_Action item_: Could you find each line of the data below that contains the word "makeStyles" and copy those lines?

──────

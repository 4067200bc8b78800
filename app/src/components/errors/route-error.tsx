import {
  Button,
  MessageBar,
  MessageBarActions,
  MessageBarBody,
  MessageBarTitle,
} from '@fluentui/react-components';
import { isRouteErrorResponse, useRouteError } from 'react-router-dom';
import { PageHeader } from '../page-header';

function describe(error: unknown): string {
  if (isRouteErrorResponse(error)) return `${error.status} ${error.statusText}`;
  if (error instanceof Error) {
    // A lazy route chunk that vanished after a new deployment.
    if (/dynamically imported module|Importing a module script failed/i.test(error.message)) {
      return 'A part of Hopwise was updated while this page was open. Reload to get the new version.';
    }
    return error.message;
  }
  return 'Unknown error';
}

/** The error boundary of every route module. */
export function RouteError() {
  const error = useRouteError();
  return (
    <div role="alert">
      <PageHeader title="Something went wrong" />
      <MessageBar intent="error" layout="multiline">
        <MessageBarBody>
          <MessageBarTitle>This page could not be shown</MessageBarTitle>
          {describe(error)}
        </MessageBarBody>
        <MessageBarActions>
          <Button onClick={() => window.location.reload()}>Reload</Button>
        </MessageBarActions>
      </MessageBar>
    </div>
  );
}
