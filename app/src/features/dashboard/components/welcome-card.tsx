import { Body1, Card, CardHeader, Subtitle1, makeStyles, tokens } from '@fluentui/react-components';
import type { Role } from '@hopwise/common';
import { LinkButton } from '@/components/link-button';
import type { NavItem } from '@/utils/nav-items';
import { roleLabel } from '@/utils/role-labels';
import { ROLE_SUMMARY } from './role-summary';

const useStyles = makeStyles({
  card: { padding: tokens.spacingHorizontalXL, gap: tokens.spacingVerticalM },
  list: {
    margin: 0,
    paddingLeft: tokens.spacingHorizontalXL,
    lineHeight: tokens.lineHeightBase400,
  },
  actions: { display: 'flex', flexWrap: 'wrap', gap: tokens.spacingHorizontalS },
  muted: { color: tokens.colorNeutralForeground2 },
});

interface WelcomeCardProps {
  displayName: string;
  role: Role;
  areas: NavItem[];
}

export function WelcomeCard({ displayName, role, areas }: WelcomeCardProps) {
  const styles = useStyles();
  const summary = ROLE_SUMMARY[role];
  const shortcuts = areas.filter((area) => area.key !== 'dashboard');
  return (
    <Card className={styles.card} aria-labelledby="welcome-title">
      <CardHeader
        header={
          <Subtitle1 as="h2" id="welcome-title">
            Welcome, {displayName}
          </Subtitle1>
        }
        description={
          <Body1 className={styles.muted}>
            Signed in as {roleLabel(role)}. {summary.intro}
          </Body1>
        }
      />
      <ul className={styles.list}>
        {summary.tasks.map((task) => (
          <li key={task}>
            <Body1>{task}</Body1>
          </li>
        ))}
      </ul>
      <nav aria-label="Shortcuts" className={styles.actions}>
        {shortcuts.map((area) => (
          <LinkButton key={area.key} to={area.href} appearance="secondary">
            Open {area.label}
          </LinkButton>
        ))}
      </nav>
    </Card>
  );
}
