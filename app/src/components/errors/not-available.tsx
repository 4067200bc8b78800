import { LockClosed24Regular } from '@fluentui/react-icons';
import { paths } from '@/config/paths';
import { EmptyState } from '../empty-state';
import { LinkButton } from '../link-button';
import { PageHeader } from '../page-header';

/** Shown when the signed-in role may not use an area (the permission table in common/). */
export function NotAvailable({ area, roleName }: { area: string; roleName: string }) {
  return (
    <>
      <PageHeader title="Not available for your role" />
      <EmptyState
        icon={<LockClosed24Regular />}
        title={`${area} is not part of the ${roleName} role`}
        action={
          <LinkButton to={paths.dashboard.getHref()} appearance="primary">
            Go to the dashboard
          </LinkButton>
        }
      >
        Your account can use the areas listed in the navigation. If you need this one, ask an
        administrator to change your role.
      </EmptyState>
    </>
  );
}
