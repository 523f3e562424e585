/**
 * ODEX (a Gragg–Bulirsch–Stoer integrator from the registry, independent of Detune's analysis),
 * set up once for the tests' reference signals: a system y′ = rhs(t, y) from y0, sampled on the
 * grid t = i/fs for i = 0 … n−1.
 */
import { createRequire } from 'node:module';
import type * as Odex from 'odex';

// odex by require: the test runners map the name 'odex' to its type declaration (tsconfig paths)
const { Solver } = createRequire(import.meta.url)('odex/src/odex.js') as typeof Odex;

export type Rhs = (t: number, y: number[]) => number[];

export interface Tolerance {
	absolute?: number;
	relative?: number;
	maxSteps?: number;
}

function solver(dimension: number, tol: Tolerance) {
	const s = new Solver(dimension);
	s.absoluteTolerance = tol.absolute ?? 1e-12;
	s.relativeTolerance = tol.relative ?? 1e-10;
	s.maxSteps = tol.maxSteps ?? 1e6;
	return s;
}

/**
 * One solve over the whole record with dense output on the sample grid; `pick(t, y)` is what is
 * recorded at each sample. For smooth forcing (the integrator may step over a sample).
 */
export function sampled(
	rhs: Rhs,
	y0: number[],
	fs: number,
	n: number,
	pick: (t: number, y: number[]) => number,
	tol: Tolerance = {}
): Float64Array {
	const out = new Float64Array(n);
	const s = solver(y0.length, tol);
	s.denseOutput = true;
	let i = 0;
	s.solve(
		rhs,
		0,
		y0,
		(n - 1) / fs,
		s.grid(1 / fs, (t, y) => {
			if (i < n) out[i++] = pick(t, y);
		})
	);
	return out;
}

/**
 * A solve from each sample to the next, so no step is longer than a sample: for forcing that is
 * short beside a sample (a hammer pulse), which one long step could miss. `record(i, y)` sees the
 * state at every sample after the first (the first is y0).
 */
export function stepwise(
	rhs: Rhs,
	y0: number[],
	fs: number,
	n: number,
	record: (i: number, y: number[]) => void,
	tol: Tolerance = {}
): void {
	const s = solver(y0.length, tol);
	let y = y0;
	for (let i = 1; i < n; i++) {
		y = s.solve(rhs, (i - 1) / fs, y, i / fs).y;
		record(i, y);
	}
}

/** The state at T, from y0 at 0. */
export function stateAt(rhs: Rhs, y0: number[], T: number, tol: Tolerance = {}): number[] {
	return solver(y0.length, tol).solve(rhs, 0, y0, T).y;
}
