/**
 * Inter in the PDF reports: the same font files the app ships (@fontsource/inter), embedded, so
 * names and notes in Latin, Greek and Cyrillic print as typed — the PDF's built-in Helvetica
 * cannot print "Ω" or "Ж". Fontsource splits Inter by script, so each text is written in runs,
 * each in the subset that has its characters; a character no subset has prints as "?" and is
 * counted, and the report says how many.
 */
import { readFileSync } from 'node:fs';
import { createRequire } from 'node:module';
import * as fontkit from 'fontkit';

const require = createRequire(import.meta.url);
const SUBSETS = ['latin', 'latin-ext', 'greek', 'greek-ext', 'cyrillic', 'cyrillic-ext'] as const;
const FAMILIES = { Body: 400, Bold: 700 } as const;
export type Family = keyof typeof FAMILIES;

interface Face {
	name: string;
	bytes: Buffer;
	has: (cp: number) => boolean;
}

const faces: Record<Family, Face[]> = { Body: [], Bold: [] };
for (const [family, weight] of Object.entries(FAMILIES) as [Family, number][])
	for (const subset of SUBSETS) {
		const bytes = readFileSync(
			require.resolve(`@fontsource/inter/files/inter-${subset}-${weight}-normal.woff`)
		);
		const font = fontkit.create(bytes) as fontkit.Font;
		faces[family].push({
			name: `${family}:${subset}`,
			bytes,
			has: (cp) => font.hasGlyphForCodePoint(cp)
		});
	}

/**
 * Signs the app's own texts use that Inter's script subsets leave out, written as a person would
 * type them (so "≥ 2.5" never prints as "? 2.5").
 */
const SPELLED: Record<string, string> = {
	'≥': '>=',
	'≤': '<=',
	'≈': '~',
	'→': '->',
	'←': '<-',
	'√': 'sqrt',
	'∞': 'inf'
};

type TextArgs = unknown[];
type Doc = PDFKit.PDFDocument;

/**
 * Gives the document the Body and Bold families: `doc.font('Body' | 'Bold')` picks a family and
 * `doc.text` writes each string in runs of the subset that covers them. Returns the count of
 * characters that could not be printed so far.
 */
export function useInter(doc: Doc): () => number {
	for (const list of Object.values(faces))
		for (const face of list) doc.registerFont(face.name, face.bytes);
	let family: Family = 'Body';
	let missing = 0;
	const setFont = doc.font.bind(doc) as (name: string, size?: number) => Doc;
	const text = doc.text.bind(doc) as (...args: TextArgs) => Doc;
	Object.assign(doc, {
		font(name: string, size?: number) {
			if (name === 'Body' || name === 'Bold') {
				family = name;
				return setFont(faces[family][0].name, size);
			}
			return setFont(name, size);
		},
		text(value: unknown, ...rest: TextArgs) {
			if (typeof value !== 'string' || value === '') return text(value, ...rest);
			const runs: { face: Face; text: string }[] = [];
			for (const typed of value) {
				const ch = faces[family][0].has(typed.codePointAt(0)!) ? typed : (SPELLED[typed] ?? typed);
				if (ch.length > 1) {
					const last = runs[runs.length - 1];
					if (last && last.face === faces[family][0]) last.text += ch;
					else runs.push({ face: faces[family][0], text: ch });
					continue;
				}
				const cp = ch.codePointAt(0)!;
				let face = faces[family].find((f) => cp < 0x20 || f.has(cp));
				let out = ch;
				if (!face) {
					face = faces[family][0];
					out = '?';
					missing++;
				}
				const last = runs[runs.length - 1];
				if (last && last.face === face) last.text += out;
				else runs.push({ face, text: out });
			}
			// text(s, x, y, options) or text(s, options): positions go with the first run only
			const opts = (typeof rest[rest.length - 1] === 'object' ? rest[rest.length - 1] : {}) as {
				continued?: boolean;
			};
			const head = typeof rest[0] === 'number' ? rest.slice(0, 2) : [];
			runs.forEach((r, i) => {
				setFont(r.face.name);
				const continued = i < runs.length - 1 ? true : (opts.continued ?? false);
				text(r.text, ...(i === 0 ? head : []), { ...opts, continued });
			});
			setFont(faces[family][0].name);
			return doc;
		}
	});
	doc.font('Body');
	return () => missing;
}
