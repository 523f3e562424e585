/**
 * A check's recordings as UFF dataset 58: every channel of every file the check was measured
 * with (the bump tests and their backgrounds), one time record each, for modal software and
 * other analysis tools.
 */
import { eq } from 'drizzle-orm';
import { db } from '../db/index.ts';
import { assets, recordings } from '../db/schema.ts';
import { readStored } from '../recordings.ts';
import { formatOf, parseRecordingBytes } from '../../recordings/parse.ts';
import { responseKindOf } from '../../recordings/analyze.ts';
import {
	frfOf,
	readUff,
	recordingFromUff,
	writeUff58,
	type UffFrf,
	type UffTimeRecord
} from '../../recordings/uff.ts';

/** The UFF data type of a channel unit: acceleration 12, velocity 11, displacement 8, force 13. */
function dataTypeOf(unit: string): number {
	if (/^(n|kn|lbf)$/i.test(unit.trim())) return 13;
	if (!unit.trim()) return 0;
	const kind = responseKindOf(unit);
	return kind === 'velocity' ? 11 : kind === 'displacement' ? 8 : 12;
}

export function checkUff(checkId: string): { text: string; tag: string; files: number } | null {
	const rows = db
		.select({
			fileName: recordings.fileName,
			mediaType: recordings.mediaType,
			sha256: recordings.sha256,
			sampleRateHz: recordings.sampleRateHz,
			createdAt: recordings.createdAt,
			tag: assets.tag
		})
		.from(recordings)
		.innerJoin(assets, eq(assets.id, recordings.assetId))
		.where(eq(recordings.checkId, checkId))
		.all();
	if (rows.length === 0) return null;
	const records: UffTimeRecord[] = [];
	const frfs: UffFrf[] = [];
	for (const r of rows) {
		const bytes = new Uint8Array(readStored(r.sha256));
		// a file of FRFs goes out as those FRFs, not as the impulse responses it was analysed as
		const datasets = formatOf(r.fileName, r.mediaType) === 'uff' ? readUff(bytes) : [];
		const frfsHere = datasets.some((d) => d.functionType === 1)
			? []
			: datasets.filter((x) => x.functionType === 4 && x.im && x.even);
		for (const d of frfsHere)
			frfs.push(
				frfOf(d, `${r.tag} ${r.fileName} ${d.idLines[0] ?? ''}`.trim(), new Date(r.createdAt))
			);
		if (frfsHere.length) continue;
		// a UFF file read once: its datasets above are the recording's too
		const rec = datasets.length
			? recordingFromUff(datasets, r.fileName, bytes.length)
			: parseRecordingBytes(bytes, r.fileName, r.mediaType, r.sampleRateHz);
		rec.channels.forEach((c, i) =>
			records.push({
				name: `${r.tag} ${r.fileName} ${c.name}`.slice(0, 80),
				unit: c.unit,
				dataType: dataTypeOf(c.unit),
				sampleRateHz: rec.sampleRateHz,
				samples: c.samples,
				node: 1,
				direction: i + 1,
				at: new Date(r.createdAt)
			})
		);
	}
	return {
		text: writeUff58(records, `Detune check ${checkId}`, frfs),
		tag: rows[0].tag,
		files: rows.length
	};
}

──────

_Reply to the exercise_:
import { Body1, Card, CardHeader, Subtitle1, makeStyles, tokens } from '@fluentui/react-components';
const useStyles = makeStyles({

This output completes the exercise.